Introduction: USB Audio DAC
- Uses standard drivers, works with Windows, Macs and many Linux distributions, but limits the performance to 16 bit, 48 kHz
- Balanced (pro) line level outputs in the back (XLR / 6.35 mm)
- Single ended (pro) line level output in the front (RCA)
- No output series capacitors
- Capacitive SMPS
- USB powered
- Connector for external signal processing board (e.g. volume control)
Originally built to prevent mains humming noise (50 Hz hum) from being amplified by studio monitor type active speakers just by re-designing the power supplies. Some commercial pre-amps picked the same noise up from power adapter or USB or spdif interfaces, so I was left with no option but to build my own.
Supplies
- Enclosure: Bud Enclosure
Step 1: Schematic - Power Supplies
Capacitive SMPS are used (in stead of inductive ones) to get rid of 50 Hz noise. Additional RC filtering reduces high frequency noise. High frequency noise is not audible, but in worst cases might affect amplifier performance etc. Voltages are dropped with linear regulators before analog stages.
Step 2: Schematic - USB Interface
PCM2707 provides good plug and play -support to multiple operating systems and requires no licenses, while the features are limited. Signal is converted into I2S. Jitter optimization should start with this piece of circuit.
Step 3: Schematic - DAC
PCM1794A converts the digital signal to analog with current outputs. Out of additional features only mute is used.
Step 4: Schematic - Analog
Two LME49724 amplifiers do a differential current to voltage conversion, one per channel. Additional high frequency filtering can be added.
Step 5: Schematic - Connector
Signal is routed to a pin header, where each line can be separately processed with an external board of choise. I used it for a controllable discrete resistor attenuator board (some call it an amplifier). Also mute-signal is routed here. Muting works just fine, but no feedback is sent to the operating system.
Step 6: Schematic - Single Ended Signal
The audio signal is also converted to single ended, as some devices will not support balanced signal.
Step 7: Mechanical Design
Aluminium extrude enclosure was selected with aluminium end panels that can be milled with a CNC machine. Another option would be to use PCBs as end panels. Fusion 360 was used to build the model and PCB outline.
Step 8: PCB Layout
SMPS and digital circuits need to be isolated from the analog stages. Same applies to powering the devices and ground levels. Cables will pick up noise and the USB cable will inject a lot of noise.
Finishing touch is added with silk screen artwork :)
Step 9: PCB Assembly
Rework oven or a hot air station is needed for some of the components to solder hidden pads underneath the component.

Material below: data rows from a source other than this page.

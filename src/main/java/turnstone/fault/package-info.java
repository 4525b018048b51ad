/**
 * The one exception that a user may see, and what it says.
 *
 * <p>Owns the kinds of refusal, their exit codes and the form of their message. Knows no other package.
 */
package turnstone.fault;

Leaving the hidden pad unsoldered affects thermal performance or might cause a bad ground connection for the chip.
Right angle connectors on board edges need to be placed carefully, especially as the board is fixed by screws from both sides and having an error more than 2 mm will result in excessive stress for the RCA connector.
Step 10: End Panels
End panels can be manufactured by CNC milling, laser cutting or designing a fitting PCB. Fusion 360 was used for tool paths.
Step 11: And There You Have It
Plug it in to a PC and it will be recognized without any installing or configurations.
Step 12: Bonus: Attenuator Board
Relays and discrete resistors were used to create a ladder with 64 logarithmic steps for volume control. A similar board will fit in for any other signal processing.